This would be my key. I quickly ripped out the main circuit board. Repairing the whole system would mean replacing at least twenty boards and would take at least that many minutes. But replacing the main board could be done in about ten seconds. Once this was free, I grabbed a replacement from the storage locker across the room and slid it into place. Now, I only had to hope that the reactor was still hot enough to restart. I restarted power to the computer system and typed the commands. The engine came roaring to life. Sucess was mine.

But with only the main control board working and all the others fused shut, I would have to work manually with the commands the pilot sent to the engines and they would probably only last about five minutes like this. I hit the comm system.

"Bridge, power is restored."

The captain responded first. "Great. That was fast. We'll start restoring orbit."

"No, that won't work," I said. "You only have about five minutes and all controls from Anna have to be recycled through me anyway. It's on manual. You'll have to land the ship or we'll just lose power again and crash."

"Blast. Okay, we're on it. Be watching for commands from Anna. Bridge out."

It was only a few seconds later that the first commands from the bridge came to me. I quickly relayed them into the grid for the engine reactor. It was not the most pleasant ride I'd ever had and I thought about seeing the doctor for something to settle my stomach if I'd had the luxury of time. In the middle of the desent there was a very sudden explosion from above me, outside the hull, and a scraping and tearing of metal as the ship lurched from some kind of sudden impact. Obviously not a good sound, but there were not warning sirens of a hull breach, so it could probably have been worse.

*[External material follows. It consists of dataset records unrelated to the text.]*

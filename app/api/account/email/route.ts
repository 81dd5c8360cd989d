import { methods } from '@/lib/api/methods';
import { personRoute } from '@/lib/api/routes';
import { doneSchema, emailChangeSchema } from '@/lib/schemas/account';
import { changeEmail } from '@/lib/services/change-email';

export const { GET, POST, PUT, PATCH, DELETE } = methods({
  PUT: personRoute({ input: emailChangeSchema, reply: doneSchema, handle: changeEmail }),
});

Finally, though, we were touching down. I would rather have been cycled through a bad washer machine twenty times over than repeat that landing, but we were alive, and that counted for a lot. It was just in time too, for not four seconds after landing, the circuit I had just reinstalled overloaded again and fused itself into the mainframe. There was no hope of replacing this. We'd need to reassemble the entire reactor, computer and all.

My place would be on the bridge as our tiny crew of six decided what needed to be done next, so I left the engine room and began travelling the corridor again. On the way I met up with Kisandra Ivanova, our weapons specialist. She was a Russian and she did love her weapons. Once Gustav insinutated that she liked guns....well, because of the phallic references the late Dr. Sigmund Frued had put forth many years ago. But she vehemently denounced this theory saying that she liked large guns because it allowed her to kill people faster. She took a quick dislike to the navigator after that, and no one dared breech the subject again.

She didn't seem very talkative and I had little to say, so we finished the short walk in silence. We were the last two to appear on the bridge. Anna and Gustav were still at their posts, but they had turned their chairs around to face us. Captain Jonathan Howard was standing off to one side of them waiting for everyone to arrive. Dr. Françoise Pierre Dumas, our French physician, was standing to Gustav's right peering out the window at the white, desolate landscape. At our approach, Jonathan came to life calling everyone's attention to him.